Analysts also doubt whether it would be in Moscow’s interests to halt the flow of gas to its biggest customers.
“Cutting them off from a Russian perspective has significant implications on revenues,” said Tom Marzec-Manser, head of gas analytics at ICIS, a commodity data firm.
Andrei Belyi, adjunct professor in energy law and policy at the University of Eastern Finland, said isolating Poland and Bulgaria was “a Russian action to punish those who want to phase out natural gas from Russia by 2022. What unites Bulgaria and Poland is they decided not to renew gas contracts with Russia from December onwards.”
What has Russia’s supply cut done to gas prices?
European gas prices jumped as much as 20 per cent in early trading on Wednesday, before settling to trade 10 per cent higher at €108 per megawatt hour.
Contracted prices for gas tend to lag behind spot market prices and are usually updated on a monthly basis to reflect market prices over the previous month.
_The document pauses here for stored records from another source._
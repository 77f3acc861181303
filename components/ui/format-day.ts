const DAY_MS = 86_400_000;
const clock = (at: Date) => `${two(at.getHours())}:${two(at.getMinutes())}`;
const two = (n: number) => String(n).padStart(2, '0');
const WEEKDAYS = ['Sunday', 'Monday', 'Tuesday', 'Wednesday', 'Thursday', 'Friday', 'Saturday'];
const MONTHS = ['Jan', 'Feb', 'Mar', 'Apr', 'May', 'Jun', 'Jul', 'Aug', 'Sep', 'Oct', 'Nov', 'Dec'];

/** When something happened, as one says it: "today 09:12", "yesterday", "Monday", "3 Nov", "3 Nov 2025". Local time. */
export function formatDay(iso: string, now = new Date()): string {
  const at = new Date(iso);
  const days = Math.round((midnight(now) - midnight(at)) / DAY_MS);
  if (days === 0) return `today ${clock(at)}`;
  if (days === 1) return `yesterday ${clock(at)}`;
  if (days > 1 && days < 7) return WEEKDAYS[at.getDay()]!;
  const day = `${at.getDate()} ${MONTHS[at.getMonth()]}`;
  return at.getFullYear() === now.getFullYear() ? day : `${day} ${at.getFullYear()}`;
}

/** Day and clock in full, for facts: "3 Nov 2026, 09:12". Local time. */
export function formatMoment(iso: string): string {
  const at = new Date(iso);
  return `${at.getDate()} ${MONTHS[at.getMonth()]} ${at.getFullYear()}, ${clock(at)}`;
}

const midnight = (at: Date) => new Date(at.getFullYear(), at.getMonth(), at.getDate()).getTime();
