/** What ideal inertial sensors feel: body rate and specific force of a motion over the turning Earth. */
import { EARTH_RATE, WGS84_A, WGS84_E2 } from '../geodesy';
import { normalGravity } from '../gravity';
import type { Kinematics } from './motion';

/** Local names: a global looked up in each call costs more than the call. */
const { cos, sin, sqrt } = Math;

/** Rates and forces at one instant. */
export interface BodyMotion {
  /** Rate against inertial space in body axes, rad/s. */
  wx: number;
  wy: number;
  wz: number;
  /** Specific force in body axes, m/s². */
  fx: number;
  fy: number;
  fz: number;
  /** Rates of latitude, longitude (rad/s) and height (m/s). */
  latRate: number;
  lonRate: number;
  heightRate: number;
}

export const newBodyMotion = (): BodyMotion => ({
  wx: 0,
  wy: 0,
  wz: 0,
  fx: 0,
  fy: 0,
  fz: 0,
  latRate: 0,
  lonRate: 0,
  heightRate: 0,
});

/**
 * The navigation equations read backwards (Titterton & Weston 2004, ch. 3):
 * f_n = v̇ + (2ω_ie + ω_en) × v − g, ω_ib = ω_nb + Cᵀ(ω_ie + ω_en). Gravity is `normalGravity` straight down, as in the
 * mechanisation. Latitude in rad, height in m.
 */
export function bodyMotion(k: Kinematics, lat: number, height: number, out: BodyMotion): BodyMotion {
  const sl = sin(lat);
  const cl = cos(lat);
  const w2 = 1 - WGS84_E2 * sl * sl;
  const rn = WGS84_A / sqrt(w2);
  const rm = (rn * (1 - WGS84_E2)) / w2;
  const { vn, ve, vd } = k;
  out.latRate = vn / (rm + height);
  out.lonRate = ve / ((rn + height) * cl);
  out.heightRate = -vd;
  const enN = ve / (rn + height);
  const enE = -out.latRate;
  const enD = -enN * (sl / cl);
  const ieN = EARTH_RATE * cl;
  const ieD = -EARTH_RATE * sl;
  const cN = 2 * ieN + enN;
  const cD = 2 * ieD + enD;
  const fN = k.an + enE * vd - cD * ve;
  const fE = k.ae + cD * vn - cN * vd;
  const fD = k.ad + cN * ve - enE * vn - normalGravity(lat, height);
  const inN = ieN + enN;
  const inD = ieD + enD;

  const sr = sin(k.roll);
  const cr = cos(k.roll);
  const sp = sin(k.pitch);
  const cp = cos(k.pitch);
  const sy = sin(k.yaw);
  const cy = cos(k.yaw);
  // Rows of b←n.
  const xN = cp * cy;
  const xE = cp * sy;
  const yN = sr * sp * cy - cr * sy;
  const yE = sr * sp * sy + cr * cy;
  const yD = sr * cp;
  const zN = cr * sp * cy + sr * sy;
  const zE = cr * sp * sy - sr * cy;
  const zD = cr * cp;
  out.fx = xN * fN + xE * fE - sp * fD;
  out.fy = yN * fN + yE * fE + yD * fD;
  out.fz = zN * fN + zE * fE + zD * fD;
  out.wx = k.rollRate - k.yawRate * sp + xN * inN + xE * enE - sp * inD;
  out.wy = k.pitchRate * cr + k.yawRate * sr * cp + yN * inN + yE * enE + yD * inD;
  out.wz = -k.pitchRate * sr + k.yawRate * cr * cp + zN * inN + zE * enE + zD * inD;
  return out;
}
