import { useState } from 'react';
import { Pressable, StyleSheet, View } from 'react-native';
import { Icon } from './Icon';
import { Text } from './Text';
import { space, touchTarget } from '@/constants/theme';

export interface FoldProps {
  /** What lies inside, so that nobody opens it in vain. */
  title: string;
  /** Open at first: there is something in it that differs from what is usual. */
  open?: boolean;
  /** Cannot be closed: something in it is still wrong. */
  fault?: boolean;
  children: React.ReactNode;
}

/** What few people need, a press away. */
export function Fold({ title, open: first = false, fault = false, children }: FoldProps) {
  const [chosen, setChosen] = useState(first);
  const open = chosen || fault;
  return (
    <View style={styles.fold}>
      <Pressable
        role="button"
        aria-expanded={open}
        onPress={() => setChosen(!open)}
        style={({ pressed }) => [styles.head, pressed ? styles.pressed : null]}
      >
        <Icon name={open ? 'up' : 'down'} size={20} tone="petrol" />
        <Text variant="label" tone="petrol" strong style={styles.title}>
          {title}
        </Text>
      </Pressable>
      {open ? <View style={styles.body}>{children}</View> : null}
    </View>
  );
}

const styles = StyleSheet.create({
  fold: { gap: space.s },
  head: { flexDirection: 'row', alignItems: 'center', gap: space.s, minHeight: touchTarget },
  pressed: { opacity: 0.8 },
  title: { flexShrink: 1 },
  body: { gap: space.m },
});
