import { useState, type ReactNode } from 'react';
import { ConfirmDialog, type ConfirmDialogProps } from './Dialog';
import { messageOf } from './ErrorState';
import { Field } from './Field';
import { Notice } from './Notice';

export interface TypedConfirmProps extends Pick<
  ConfirmDialogProps,
  'title' | 'message' | 'confirmLabel' | 'busy' | 'onClose'
> {
  /** What has to be typed. */
  name: string;
  onConfirm: (typed: string) => void;
  /** Why it was not done. */
  error: unknown;
  /** What will be lost. */
  children?: ReactNode;
}

/** Asks for a name before something large that cannot be undone. */
export function TypedConfirm({ name, onConfirm, error, children, ...rest }: TypedConfirmProps) {
  const [typed, setTyped] = useState('');
  return (
    <ConfirmDialog
      {...rest}
      open
      danger
      blocked={typed.trim() !== name}
      onConfirm={() => onConfirm(typed.trim())}
    >
      {children}
      <Field
        label={`Type the name to confirm: ${name}`}
        value={typed}
        onChangeText={setTyped}
        autoCapitalize="none"
        autoComplete="off"
      />
      {error ? (
        <Notice tone="vermilion" urgent title="Not deleted">
          {messageOf(error)}
        </Notice>
      ) : null}
    </ConfirmDialog>
  );
}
That means Russian gas supplies can be significantly cheaper than importing LNG supplies when spot prices surge.
Niek den Hollander, chief operating officer of Uniper, said the market impact would not be material but admitted the market was interpreting “nervousness” over the continuity of Russian gas supplies to Europe as a “bullish signal”.
What will the EU do?
Ursula von der Leyen, European Commission president, accused Russia on Wednesday of attempting to use gas as “an instrument of blackmail” by stemming flows to Poland and Bulgaria.
The EU, though, has struggled to come up with a definitive answer on whether companies and member states should comply with Putin’s new mechanism.
A commission guidance document released on Friday said Russia’s payment mechanism could be compliant with contracts under some conditions, including as long as companies made clear that their payment obligations ended once money was deposited into the foreign currency account.
Hungary has given the strongest indications that it will comply with Moscow’s request to adopt a new payment mechanism, while Germany, Austria and Slovakia have indicated that they may also comply.
However, despite the commission’s technical guidance, Von der Leyen has cautioned companies against setting up accounts at Gazprombank as the Kremlin has demanded.
“We have around 97 per cent of all contracts that explicitly stipulate payments in euros or dollars, so it’s very clear. The request from the Russian side to pay in roubles is a unilateral decision and not according to the contracts,” she said. “Companies with such contracts should not accede to the Russian demands.”
With decisions seemingly left to individual companies and states, analysts say that the Kremlin’s move — which has severe repercussions for Gazprom’s reputation as a reliable supplier — serves to divide Europe by driving home the pain of enacting sanctions.